##### Working data #####

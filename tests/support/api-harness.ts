/**
 * The API under test: createApp over the real test database (migrated and freshly seeded per test file) with the
 * local sign-in stand-in on a free port. Tests talk to it through supertest.
 */
import request from 'supertest';
import { afterAll, beforeAll } from 'vitest';
import type { Express } from 'express';
import type Stripe from 'stripe';
import { loadConfig, type AppConfig } from '../../server/src/config.ts';
import { openDatabase, type Db } from '../../server/src/db/knex.ts';
import { createApp } from '../../server/src/app.ts';
import { createSessionLayer, type SessionLayer } from '../../server/src/auth/session.ts';
import { createStripeClient } from '../../server/src/integrations/payment-gateway.ts';
import { createMailer } from '../../server/src/integrations/mailer.ts';
import { createHeavyWork } from '../../server/src/integrations/heavy-work.ts';
import { startGoogleOAuthFake } from '../../fakes/google-oauth/server.ts';
import { demoPeople } from '../../seeds/data/people.ts';
import { localStack } from '../../scripts/stack.ts';

export interface ApiHarness {
  app: Express;
  config: AppConfig;
  db: Db;
  /** The Stripe client the app uses, so a test can spy on its calls. */
  stripe: Stripe;
  /** A supertest agent that keeps cookies and sends this app's Origin, as the browser apps do. */
  agent(): ReturnType<typeof request.agent>;
  /**
   * Signs the agent in through the authorization-code flow of the local provider, starting with `returnTo` when
   * given; resolves with where the callback sends the browser.
   */
  signIn(agent: ReturnType<typeof request.agent>, email: string, returnTo?: string): Promise<string>;
  close(): Promise<void>;
}

export type ApiAgent = ReturnType<ApiHarness['agent']>;

export const fixedNow = () => new Date('2026-12-01T10:00:00Z');

/** What a test file may change about its harness. */
interface HarnessOptions {
  /** Overrides of the test stack's settings, e.g. STRIPE_API_URL and SMTP_URL of fakes a test file starts itself. */
  env?: NodeJS.ProcessEnv;
  /** The app's clock; `fixedNow` unless a test needs another moment (the shop's evening, say). */
  now?: () => Date;
}

export async function startApiHarness(options: HarnessOptions = {}): Promise<ApiHarness> {
  const google = await startGoogleOAuthFake({
    port: 0,
    identities: demoPeople.map(({ sub, email, name, givenName, familyName }) => ({
      sub,
      email,
      name,
      givenName,
      familyName,
    })),
  });
  const stack = localStack('test');
  const config = loadConfig({
    ...process.env,
    ...stack.env,
    GOOGLE_OAUTH_BASE_URL: google.url,
    STATIC_DIR: '/nonexistent',
    // Tests change the catalogue straight in the database and expect the next request to see it; the re-check
    // window of a real server (500 ms) is tested on its own in catalogue-snapshot.test.ts.
    CATALOGUE_RECHECK_MS: '0',
    ...options.env,
  });
  const db = openDatabase(config.database);
  await db.migrate.latest();
  await db.seed.run();
  const sessions: SessionLayer = await createSessionLayer(config);
  const mailer = createMailer(config);
  const stripe = createStripeClient(config);
  const heavyWork = createHeavyWork(config.heavyWork);
  // The pool's threads load jsdom, jimp, resvg and pdfkit once; that happens here, in the hook, not in a test.
  await heavyWork.ready;
  const app = createApp({
    config,
    db,
    sessions,
    stripe,
    mailer,
    heavyWork,
    now: options.now ?? fixedNow,
    log: () => {},
  });

  const agent = () => request.agent(app).set('Origin', config.appOrigin);

  async function signIn(client: ReturnType<typeof request.agent>, email: string, returnTo?: string): Promise<string> {
    const start = await client
      .get('/api/auth/google')
      .query(returnTo ? { returnTo } : {})
      .expect(302);
    const authorizeUrl = new URL(start.headers.location!);
    const person = demoPeople.find((p) => p.email === email);
    // The stand-in's page posts the chosen identity back to itself and redirects with a code.
    const form = new URLSearchParams({
      ...Object.fromEntries(authorizeUrl.searchParams),
      ...(person ? { identity: person.sub } : { email }),
    });
    const decision = await fetch(new URL('/authorize', google.url), { method: 'POST', body: form, redirect: 'manual' });
    const callback = new URL(decision.headers.get('location')!);
    return (await client.get(`${callback.pathname}${callback.search}`).expect(302)).headers.location!;
  }

  return {
    app,
    config,
    db,
    stripe,
    agent,
    signIn,
    async close() {
      await sessions.close();
      mailer.close();
      await heavyWork.close();
      await db.destroy();
      await google.close();
    },
  };
}

/**
 * The harness for one test file: started before its tests and closed after them by hooks this registers, so the
 * file only says what it needs. Its members may be used inside tests and hooks, once it has started.
 */
export function useApiHarness(options: HarnessOptions = {}): Omit<ApiHarness, 'close'> {
  let started: ApiHarness | undefined;
  beforeAll(async () => {
    started = await startApiHarness(options);
  });
  afterAll(async () => {
    await started?.close();
  });
  const current = () => {
    if (!started) throw new Error('The API harness starts in beforeAll: use it inside a test or a hook.');
    return started;
  };
  return {
    get app() {
      return current().app;
    },
    get config() {
      return current().config;
    },
    get db() {
      return current().db;
    },
    get stripe() {
      return current().stripe;
    },
    agent: () => current().agent(),
    signIn: (client, email, returnTo) => current().signIn(client, email, returnTo),
  };
}

/**
 * Another server instance over the same test database, with its own pool, sessions and in-memory catalogue, as a
 * second process would be. `wrapSessions` lets a test watch the session layer it is given.
 */
export async function startAnotherApp(
  config: AppConfig,
  options: { wrapSessions?: (layer: SessionLayer) => SessionLayer } = {},
): Promise<{ app: Express; close(): Promise<void> }> {
  const db = openDatabase(config.database);
  const sessions = await createSessionLayer(config);
  const mailer = createMailer(config);
  const heavyWork = createHeavyWork({ ...config.heavyWork, threads: 1 });
  const app = createApp({
    config,
    db,
    sessions: options.wrapSessions?.(sessions) ?? sessions,
    stripe: createStripeClient(config),
    mailer,
    heavyWork,
    now: fixedNow,
    log: () => {},
  });
  return {
    app,
    async close() {
      await sessions.close();
      mailer.close();
      await heavyWork.close();
      await db.destroy();
    },
  };
}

#####

> Task objective
Each of the records should be retyped exactly.

> Result of this exercise
filename tests/support/api-harness.ts
/**
 * The API under test: createApp over the real test database (migrated and freshly seeded per test file) with the
 * local sign-in stand-in on a free port. Tests talk to it through supertest.
 */
import request from 'supertest';
import { afterAll, beforeAll } from 'vitest';
import type { Express } from 'express';
import type Stripe from 'stripe';
import { loadConfig, type AppConfig } from '../../server/src/config.ts';
import { openDatabase, type Db } from '../../server/src/db/knex.ts';
import { createApp } from '../../server/src/app.ts';
import { createSessionLayer, type SessionLayer } from '../../server/src/auth/session.ts';
import { createStripeClient } from '../../server/src/integrations/payment-gateway.ts';
import { createMailer } from '../../server/src/integrations/mailer.ts';
import { createHeavyWork } from '../../server/src/integrations/heavy-work.ts';
import { startGoogleOAuthFake } from '../../fakes/google-oauth/server.ts';
import { demoPeople } from '../../seeds/data/people.ts';
import { localStack } from '../../scripts/stack.ts';

export interface ApiHarness {
  app: Express;
  config: AppConfig;
  db: Db;
  /** The Stripe client the app uses, so a test can spy on its calls. */
  stripe: Stripe;
  /** A supertest agent that keeps cookies and sends this app's Origin, as the browser apps do. */
  agent(): ReturnType<typeof request.agent>;
  /**
   * Signs the agent in through the authorization-code flow of the local provider, starting with `returnTo` when
   * given; resolves with where the callback sends the browser.
   */
  signIn(agent: ReturnType<typeof request.agent>, email: string, returnTo?: string): Promise<string>;
  close(): Promise<void>;
}

export type ApiAgent = ReturnType<ApiHarness['agent']>;

export const fixedNow = () => new Date('2026-12-01T10:00:00Z');

/** What a test file may change about its harness. */
interface HarnessOptions {
  /** Overrides of the test stack's settings, e.g. STRIPE_API_URL and SMTP_URL of fakes a test file starts itself. */
  env?: NodeJS.ProcessEnv;
  /** The app's clock; `fixedNow` unless a test needs another moment (the shop's evening, say). */
  now?: () => Date;
}

export async function startApiHarness(options: HarnessOptions = {}): Promise<ApiHarness> {
  const google = await startGoogleOAuthFake({
    port: 0,
    identities: demoPeople.map(({ sub, email, name, givenName, familyName }) => ({
      sub,
      email,
      name,
      givenName,
      familyName,
    })),
  });
  const stack = localStack('test');
  const config = loadConfig({
    ...process.env,
    ...stack.env,
    GOOGLE_OAUTH_BASE_URL: google.url,
    STATIC_DIR: '/nonexistent',
    // Tests change the catalogue straight in the database and expect the next request to see it; the re-check
    // window of a real server (500 ms) is tested on its own in catalogue-snapshot.test.ts.
    CATALOGUE_RECHECK_MS: '0',
    ...options.env,
  });
  const db = openDatabase(config.database);
  await db.migrate.latest();
  await db.seed.run();
  const sessions: SessionLayer = await createSessionLayer(config);
  const mailer = createMailer(config);
  const stripe = createStripeClient(config);
  const heavyWork = createHeavyWork(config.heavyWork);
  // The pool's threads load jsdom, jimp, resvg and pdfkit once; that happens here, in the hook, not in a test.
  await heavyWork.ready;
  const app = createApp({
    config,
    db,
    sessions,
    stripe,
    mailer,
    heavyWork,
    now: options.now ?? fixedNow,
    log: () => {},
  });

  const agent = () => request.agent(app).set('Origin', config.appOrigin);

  async function signIn(client: ReturnType<typeof request.agent>, email: string, returnTo?: string): Promise<string> {
    const start = await client
      .get('/api/auth/google')
      .query(returnTo ? { returnTo } : {})
      .expect(302);
    const authorizeUrl = new URL(start.headers.location!);
    const person = demoPeople.find((p) => p.email === email);
    // The stand-in's page posts the chosen identity back to itself and redirects with a code.
    const form = new URLSearchParams({
      ...Object.fromEntries(authorizeUrl.searchParams),
      ...(person ? { identity: person.sub } : { email }),
    });
    const decision = await fetch(new URL('/authorize', google.url), { method: 'POST', body: form, redirect: 'manual' });
    const callback = new URL(decision.headers.get('location')!);
    return (await client.get(`${callback.pathname}${callback.search}`).expect(302)).headers.location!;
  }

  return {
    app,
    config,
    db,
    stripe,
    agent,
    signIn,
    async close() {
      await sessions.close();
      mailer.close();
      await heavyWork.close();
      await db.destroy();
      await google.close();
    },
  };
}

/**
 * The harness for one test file: started before its tests and closed after them by hooks this registers, so the
 * file only says what it needs. Its members may be used inside tests and hooks, once it has started.
 */
export function useApiHarness(options: HarnessOptions = {}): Omit<ApiHarness, 'close'> {
  let started: ApiHarness | undefined;
  beforeAll(async () => {
    started = await startApiHarness(options);
  });
  afterAll(async () => {
    await started?.close();
  });
  const current = () => {
    if (!started) throw new Error('The API harness starts in beforeAll: use it inside a test or a hook.');
    return started;
  };
  return {
    get app() {
      return current().app;
    },
    get config() {
      return current().config;
    },
    get db() {
      return current().db;
    },
    get stripe() {
      return current().stripe;
    },
    agent: () => current().agent(),
    signIn: (client, email, returnTo) => current().signIn(client, email, returnTo),
  };
}

/**
 * Another server instance over the same test database, with its own pool, sessions and in-memory catalogue, as a
 * second process would be. `wrapSessions` lets a test watch the session layer it is given.
 */
export async function startAnotherApp(
  config: AppConfig,
  options: { wrapSessions?: (layer: SessionLayer) => SessionLayer } = {},
): Promise<{ app: Express; close(): Promise<void> }> {
  const db = openDatabase(config.database);
  const sessions = await createSessionLayer(config);
  const mailer = createMailer(config);
  const heavyWork = createHeavyWork({ ...config.heavyWork, threads: 1 });
  const app = createApp({
    config,
    db,
    sessions: options.wrapSessions?.(sessions) ?? sessions,
    stripe: createStripeClient(config),
    mailer,
    heavyWork,
    now: fixedNow,
    log: () => {},
  });
  return {
    app,
    async close() {
      await sessions.close();
      mailer.close();
      await heavyWork.close();
      await db.destroy();
    },
  };
}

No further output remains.